When would you use a broadcast hint in a join?

Write a Delta merge to update a record if it exists and insert if it doesn’t.

Why is broadcasting too large a table dangerous?

**⭐ 7. Full Data Engineering Problem**

Scenario: You have a 1TB sales fact table and a 10K customer dimension table.
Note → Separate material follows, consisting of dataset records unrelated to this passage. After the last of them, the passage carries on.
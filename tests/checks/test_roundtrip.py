"""Re-check a revised model against the previous BCF.

Close, keep open, re-open and add our topics; keep everyone else's content.
"""

from __future__ import annotations

import datetime as dt
import logging
import zipfile

import bcf.bcfxml
import pytest

from checks.findings import topic_guid
from checks.report.bcf_read import read_topics
from checks.report.bcf_topics import Comment, Topic, Topics
from checks.report.bcf_write import write_bcf
from checks.report.topics_json import topics_to_json
from checks.roundtrip import Action, apply_plan, merge_topics
from tests.checks.report._bcf_xsd import assert_bcf_valid
from tests.checks.report._foreign import (
    FOREIGN_TOPIC,
    REPLY,
    SKETCH,
    add_foreign_topic,
    add_loose_file,
    add_reply,
    new_guid,
)
from tests.checks.report._tiny_model import (
    ARCHITECT,
    AUTHOR,
    LATER,
    NOW,
    tiny_model,
    wall_finding,
)

RECHECK = dt.datetime(2024, 7, 1, 8, 0, 0, tzinfo=dt.UTC)
AGAIN = dt.datetime(2024, 8, 1, 8, 0, 0, tzinfo=dt.UTC)
VERSIONS = ["2.1", "3.0"]
S, E, N = wall_finding("S"), wall_finding("E"), wall_finding("N", storey="Level 2")
S_T, E_T, N_T = topic_guid(S.id), topic_guid(E.id), topic_guid(N.id)


# ---- the plan, on records ----------------------------------------------------


def _topic(guid, status, *, ours=True):
    labels = ("shearline", "unit_shear") if ours else ("architecture",)
    return Topic(
        guid=guid,
        title=guid,
        status=status,
        type="Error",
        labels=labels,
        creation_date=NOW,
        creation_author=AUTHOR,
    )


def _previous(*topics):
    return Topics(source="prev.bcf", source_kind="bcf", topics=topics)


def test_plan_closes_keeps_reopens_adds_and_leaves_foreign_topics():
    foreign = new_guid()
    previous = _previous(
        _topic(S_T, "Open"),  # its finding is gone
        _topic(E_T, "Closed"),  # the team closed it but it still holds
        _topic(topic_guid(wall_finding("W").id), "Open"),  # still holds, still open
        _topic(
            topic_guid(wall_finding("S", storey="Level 2").id), "Closed"
        ),  # gone, already closed
        _topic(foreign, "Open", ours=False),  # another author's topic
    )
    plan = merge_topics(
        previous,
        [E, wall_finding("W"), N],
        author=AUTHOR,
        now=RECHECK,
        ifc_filename="rev-b.ifc",
    )
    assert [c.topic_guid for c in plan.of_action(Action.CLOSE)] == [S_T]
    assert [c.topic_guid for c in plan.of_action(Action.REOPEN)] == [E_T]
    assert [c.topic_guid for c in plan.of_action(Action.KEEP_OPEN)] == [
        topic_guid(wall_finding("W").id)
    ]
    assert [f.id for f in plan.added] == [N.id]
    assert plan.untouched == (
        topic_guid(wall_finding("S", storey="Level 2").id),
        foreign,
    )
    close = plan.of_action(Action.CLOSE)[0]
    assert (close.new_status, close.comment.text) == (
        "Closed",
        "Re-check on rev-b.ifc: no longer found; closed by shearline.",
    )
    reopen = plan.of_action(Action.REOPEN)[0]
    assert reopen.new_status == "ReOpened"
    assert "re-opened by shearline" in reopen.comment.text
    assert "Demand 5000 N/m" in reopen.comment.text
    keep = plan.of_action(Action.KEEP_OPEN)[0]
    assert keep.new_status is None
    assert "still found" in keep.comment.text
    assert {c.comment.author for c in plan.changes} == {AUTHOR}
    assert {c.comment.date for c in plan.changes} == {RECHECK}


def test_plan_is_deterministic():
    previous = _previous(_topic(S_T, "Open"))
    a = merge_topics(previous, [E], author=AUTHOR, now=RECHECK)
    b = merge_topics(previous, [E], author=AUTHOR, now=RECHECK)
    assert a == b


def test_apply_plan_appends_and_never_edits():
    reply = Comment(guid=REPLY, date=LATER, author=ARCHITECT, text="Lengthened.")
    old = _topic(S_T, "Open")
    old = Topic(**{**{k: getattr(old, k) for k in old.__slots__}, "comments": (reply,)})
    previous = _previous(old)
    merged = apply_plan(
        previous,
        merge_topics(previous, [N], author=AUTHOR, now=RECHECK),
        model=tiny_model(),
    )
    s = merged.get(S_T)
    assert s.status == "Closed"
    assert (s.modified_date, s.modified_author) == (
        RECHECK,
        AUTHOR,
    )
    assert s.comments[0] == reply
    assert len(s.comments) == 2
    assert merged.get(N_T).status == "Open"


# ---- the round trip through files --------------------------------------------


def _first_run(tmp_path, version):
    """Run 1 on the original model, then the design team's edits with their own tool."""
    path = tmp_path / f"run1-{version}.bcf"
    write_bcf(
        [S, E],
        path,
        model=tiny_model(),
        author=AUTHOR,
        version=version,
        ifc_filename="tiny.ifc",
        now=NOW,
    )
    add_reply(path, path, S_T, "South wall lengthened in rev B.")
    add_reply(path, path, E_T, "Accepted as is.", new_status="Closed", guid=new_guid())
    add_foreign_topic(path)
    add_loose_file(path, f"{FOREIGN_TOPIC}/sketch.pdf")
    add_loose_file(
        path, f"{S_T}/markup-notes.txt", b"our own note kept by the team's tool\n"
    )
    return path


def _recheck(previous_path, out, version, now=RECHECK):
    revised = tiny_model(south_wall_at_level_1=False)  # S is gone; E still over; N new
    previous = read_topics(previous_path)
    write_bcf(
        [E, N],
        out,
        model=revised,
        author=AUTHOR,
        version=version,
        ifc_filename="tiny-rev-b.ifc",
        previous=previous,
        now=now,
    )
    return previous


@pytest.mark.parametrize("version", VERSIONS)
def test_recheck_updates_our_topics_and_keeps_everything_else(tmp_path, version):
    run1 = _first_run(tmp_path, version)
    out = tmp_path / f"run2-{version}.bcf"
    before = _recheck(run1, out, version)
    assert_bcf_valid(out)  # BCF-XML 2.1 / 3.0 XSDs
    after = read_topics(out)
    assert after.bcf_version == version
    s, e, n = after.get(S_T), after.get(E_T), after.get(N_T)
    assert s.status == "Closed"
    assert (
        s.comments[:-1] == before.get(S_T).comments
    )  # the architect's reply, unchanged
    assert (s.comments[-1].author, s.comments[-1].date) == (AUTHOR, RECHECK)
    assert (
        s.comments[-1].text
        == "Re-check on tiny-rev-b.ifc: no longer found; closed by shearline."
    )
    assert e.status == "ReOpened"
    assert "re-opened" in e.comments[-1].text
    assert e.comments[:-1] == before.get(E_T).comments
    assert (n.status, n.creation_date, n.viewpoints[0].file_name) == (
        "Open",
        RECHECK,
        "viewpoint.bcfv",
    )
    assert after.get(FOREIGN_TOPIC) == before.get(
        FOREIGN_TOPIC
    )  # markup bytes, comment, viewpoint, snapshot
    with zipfile.ZipFile(out) as z:
        assert z.read(f"{FOREIGN_TOPIC}/sketch.pdf") == SKETCH
        assert z.read(f"{S_T}/markup-notes.txt").startswith(b"our own note")
        assert z.read(f"{S_T}/snapshot.png") == zipfile.ZipFile(run1).read(
            f"{S_T}/snapshot.png"
        )


@pytest.mark.parametrize("version", VERSIONS)
def test_foreign_reply_survives_write_read_write(tmp_path, version):
    run1 = _first_run(tmp_path, version)
    run2, run3 = tmp_path / "run2.bcf", tmp_path / "run3.bcf"
    _recheck(run1, run2, version)
    _recheck(run2, run3, version, now=AGAIN)
    assert_bcf_valid(run3)
    final = read_topics(run3)
    reply = next(c for c in final.get(S_T).comments if c.guid == REPLY)
    assert (reply.author, reply.text, reply.date) == (
        ARCHITECT,
        "South wall lengthened in rev B.",
        LATER,
    )
    assert (
        len(final.get(S_T).comments) == 2
    )  # a closed topic whose finding stays gone is left alone
    assert final.get(E_T).status == "ReOpened"
    assert len(final.get(E_T).comments) == 3
    assert final.get(FOREIGN_TOPIC) == read_topics(run1).get(FOREIGN_TOPIC)
    with bcf.bcfxml.load(run3) as b:  # and bcf-client still reads it
        assert set(b.topics) == {S_T, E_T, N_T, FOREIGN_TOPIC}


@pytest.mark.parametrize("version", VERSIONS)
def test_recheck_output_is_deterministic(tmp_path, version):
    run1 = _first_run(tmp_path, version)
    a, b = tmp_path / "a.bcf", tmp_path / "b.bcf"
    _recheck(run1, a, version)
    _recheck(run1, b, version)
    assert a.read_bytes() == b.read_bytes()


def _edit_zip(src, dst, edit):
    with zipfile.ZipFile(src) as a, zipfile.ZipFile(dst, "w") as b:
        for info in a.infolist():
            item = edit(info.filename, a.read(info))
            if item is not None:
                b.writestr(*item)
    return dst


def test_misnamed_topic_folder_keeps_its_viewpoint(tmp_path):  # bcf-client bug 5 guard
    run1 = _first_run(tmp_path, "2.1")
    odd = _edit_zip(
        run1, tmp_path / "odd.bcf", lambda n, d: (n.replace(S_T, "misnamed-folder"), d)
    )
    out = tmp_path / "out.bcf"
    _recheck(odd, out, "2.1")
    assert_bcf_valid(out)
    s = read_topics(out).get(S_T)
    assert s.folder == S_T
    assert s.status == "Closed"
    assert s.viewpoints[0].snapshot is not None
    assert s.viewpoints[0].selected


def test_3_0_file_without_extensions_is_updated(tmp_path):  # bcf-client bug 7 guard
    run1 = _first_run(tmp_path, "3.0")
    bare = _edit_zip(
        run1,
        tmp_path / "bare.bcf",
        lambda n, d: None if n == "extensions.xml" else (n, d),
    )
    out = tmp_path / "out.bcf"
    _recheck(bare, out, "3.0")
    assert_bcf_valid(out)
    with bcf.bcfxml.load(out) as b:
        assert {"Closed", "ReOpened"} <= set(b.extensions.topic_statuses.topic_status)


def test_an_update_keeps_the_previous_version(tmp_path, caplog):
    run1 = _first_run(tmp_path, "2.1")
    out = tmp_path / "out.bcf"
    with caplog.at_level(logging.WARNING):
        _recheck(run1, out, "3.0")
    assert read_topics(out).bcf_version == "2.1"
    assert "keeps 2.1" in caplog.text


@pytest.mark.parametrize("version", VERSIONS)
def test_previous_json_gives_a_merged_bcf_and_json(tmp_path, version):
    prev_json = tmp_path / "run1.json"
    topics_to_json(
        [S, E], prev_json, model=tiny_model(), author=AUTHOR, version=version, now=NOW
    )
    previous = read_topics(prev_json)
    revised = tiny_model(south_wall_at_level_1=False)
    out_bcf, out_json = tmp_path / "run2.bcf", tmp_path / "run2.json"
    kw = {
        "model": revised,
        "author": AUTHOR,
        "version": version,
        "previous": previous,
        "now": RECHECK,
    }
    write_bcf([E, N], out_bcf, **kw)
    topics_to_json([E, N], out_json, **kw)
    assert_bcf_valid(out_bcf)
    for topics in (read_topics(out_bcf), read_topics(out_json)):
        assert [(t.guid, t.status) for t in topics.topics] == [
            (S_T, "Closed"),
            (E_T, "Open"),
            (N_T, "Open"),
        ]
        assert "still found" in topics.get(E_T).comments[-1].text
You need to update customer info in a Delta table efficiently while joining for analytics.

In [0]:
from pyspark.sql.functions import broadcast
from delta.tables import DeltaTable

# Broadcast join for analytics
df_analytics = sales.join(broadcast(customers), "customer_id")

# Delta merge for updates
delta_customers = DeltaTable.forPath(spark, "/mnt/delta/customers")
delta_customers.alias("t").merge(
    source=updates.alias("s"),
    condition="t.customer_id = s.customer_id"
).whenMatchedUpdateAll() \
 .whenNotMatchedInsertAll() \
 .execute()

 # Minimizes shuffle, supports safe upserts, efficient for large-scale pipelines.

**⭐ 8. Time & Space Complexity**

| Operation      | Time Complexity                                           | Space Complexity            |
| -------------- | --------------------------------------------------------- | --------------------------- |
| Broadcast join | O(n) scan large table, O(small_table_size * nodes) memory | O(small_table) per executor |
| Delta merge    | O(n) + O(m) shuffle if needed                             | O(n+m) on disk              |


**⭐ 9. Common Pitfalls**

Broadcasting too large tables → executor OOM.

Forgetting to alias tables in merge → Spark Delta error.

Using merge on huge tables without filtering → full scan → slow.

Ignoring shuffle reduction → performance suffers despite hints.